As the kids on the team come from three different schools, most of them had never met before their first practice. A far more daunting obstacle, many of them had never even laced up a pair of skates.

“We’ve got lots of new skaters,” Emanuel said. “And I don’t just mean new to hockey. We’ve got kids that have never even skated before. So it’s been interesting.”

Anyone watching the Eagles’ first few practices would have witnessed some unintentional comedy. Many kids wobbled around on the ice, carefully avoiding the more skillful players as they whooshed by with the puck.

“It has its moments of frustration,” Emanuel said of playing with such an inexperienced and motley group. “But I just tell them to keep their heads up and keep working hard.”

Emanuel deals with organizational problems before the kids even hit the ice for practice.

“The toughest thing is getting the kids to practice at the same time,” he said. “They’re all coming from three different schools getting out at different times.
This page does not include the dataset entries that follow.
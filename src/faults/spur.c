/* SPDX-License-Identifier: GPL-3.0-or-later */
#include "faults/places.h"

/* The chain of `length` ring points from `first` on, or, backwards, down to it. */
static struct fault chain_of(size_t first, size_t length, bool backwards)
{
    struct fault fault = {.family = &fault_family_spur, .chain_length = length};
    for (size_t i = 0; i < length; i++)
        fault.chain[i] = backwards ? first + length - 1 - i : first + i;
    return fault;
}

static void enumerate(const struct rf_job *job, const struct rf_models *models,
                      fault_callback *callback, void *context)
{
    (void)models;
    for (size_t length = 1; length <= CHAIN_MAX && length < job->n_ring; length++)
        for (size_t first = 1; first + length - 1 <= job->n_ring; first++)
            for (int backwards = 0; backwards < (length > 1 ? 2 : 1); backwards++) {
                struct fault fault = chain_of(first, length, backwards == 1);
                if (!callback(context, &fault))
                    return;
            }
}

static size_t kind(const struct fault *fault)
{
    return fault->chain_length - 1;
}

static void apply(const struct fault *fault, struct wiring *wiring, double median, int parameter)
{
    size_t near = fault->chain[0], far = fault->chain[fault->chain_length - 1];
    size_t lowest = near < far ? near : far, highest = near < far ? far : near;
    int tee[N_CONDUCTORS];
    for (int c = 0; c < N_CONDUCTORS; c++)
        tee[c] = wiring_add_node(wiring);
    wiring_move_end(wiring, lowest - 1, lowest, tee);
    wiring_move_end(wiring, highest, highest, tee);
    for (int c = 0; c < N_CONDUCTORS; c++)
        wiring_add_cable(wiring, (enum conductor)c, tee[c], terminal(near, (enum conductor)c),
                         median, parameter);
}

/* The last point of the chain has one cable where two are recorded. */
static void looks(const struct fault *fault, const struct rf_job *job,
                  const struct rf_models *models, look_callback *callback, void *context)
{
    look_open(job, fault->chain[fault->chain_length - 1], place_share(fault, models), callback,
              context);
}

static void describe_kind(const struct fault *fault, struct text *out)
{
    static const char *const words[CHAIN_MAX] = {"a point", "two points", "three points"};
    text_addf(out, "%s on an unrecorded spur", words[fault->chain_length - 1]);
}

static void describe(const struct fault *fault, const struct rf_job *job, struct text *out)
{
    size_t n = fault->chain_length;
    for (size_t i = 0; i < n; i++) {
        if (i > 0)
            text_add(out, i + 1 == n ? " and " : ", ");
        say_place(job, fault->chain[i], out);
    }
    text_add(out, " on an unrecorded spur");
    if (n > 1) {
        text_add(out, ", ");
        say_place(job, fault->chain[0], out);
        text_add(out, " first");
    }
}

static void span(const struct fault *fault, const struct rf_job *job, size_t *from, size_t *to)
{
    (void)job;
    size_t near = fault->chain[0], far = fault->chain[fault->chain_length - 1];
    *from = near < far ? near : far;
    *to = near < far ? far : near;
}

static const char *const kind_names_of_spur[CHAIN_MAX] = {"1", "2", "3"};

const struct fault_family fault_family_spur = {
    .name = "spur",
    .fields = FIELD_POINTS,
    .metres = true,
    .enumerate = enumerate,
    .kind = kind,
    .kind_names = kind_names_of_spur,
    .n_kinds = CHAIN_MAX,
    .apply = apply,
    .looks = looks,
    .share_names = place_shares,
    .n_shares = 1,
    .describe = describe,
    .describe_kind = describe_kind,
    .span = span,
};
And we have to watch three different weather zones to decide whether or not we should cancel practice.”

The all-inclusive nature of the Eagles serves as the team’s biggest hitch. But it might also be team’s biggest blessing.

One of the Eagles’ players, a la the Bad News Bears, or more appropriately the Mighty Ducks, is a girl playing in an otherwise wholly boys’ league.

Rachel Baker, a junior on the team from Fitch, would not have a chance to compete along with boys if she were playing any other sport.

One of the more experienced skaters on the squad, Baker does not look out of place on the ice. She races after loose pucks, pins opponents into the boards, and even throws body checks into boys outweighing her by thirty pounds.

“I’m trying to score a few goals and lay a few guys out while I’m at it,” Baker said.

The physical contact of the sport even intrigues her.

“I actually enjoy the intensity and contact of the sport,” she said. “I’ve taken a couple of hard hits. And it’s not that bad. It’s fun.”

For Baker, the multi-school nature of the team has been a fun experience.

“Hey, there are more fans at the games,” she said. “It makes for intense games. People get really excited.”

So far, fans from all three towns have rallied around the Eagles. A recent game against another tri-school team, composed of kids from St. Bernard, Lyme-Old Lyme and Bacon, saw the Dayton rink at Connecticut College heaving with spectators. Fans of both the Eagles and the Saints poured out of the bleachers and around the rink, banging on the glass for big hits and goals.

Although it ended a lop-sided result, with the Saints winning 9-0, the fans enjoyed a hard-hitting, scrappy, and competitive affair. Not many fans were disappointed.

“People come for the hard hitting more than anything else,” Tim Kolnaski, a former Fitch player watching the game in the bleachers, said.

For now, Emanuel focuses more on the improvement of his team than its record.

“St Bernard is a good skating team,” he said. “We made a lot of mistakes and they cost us. We need to get better. But we’re seeing signs of improvement. We played great in the third quarter. We played better team hockey.”

For Emanuel, bringing the three schools together as a functional team represents a difficult but unique challenge. He wants the team to find its own identity.

The team started by reinventing their jerseys. Instead of simply using the Fitch name and colors, which have tagged the front of the jerseys in the past, the Eagles’ shirts combine the colors of all three schools: Fitch’s black, East Lyme’s maroon, and Ledyard’s yellow.

“We’re starting to come together as a team,” Emanuel said. “Three schools, and all these different kids, and we’re coming together. That’s the nicest thing.”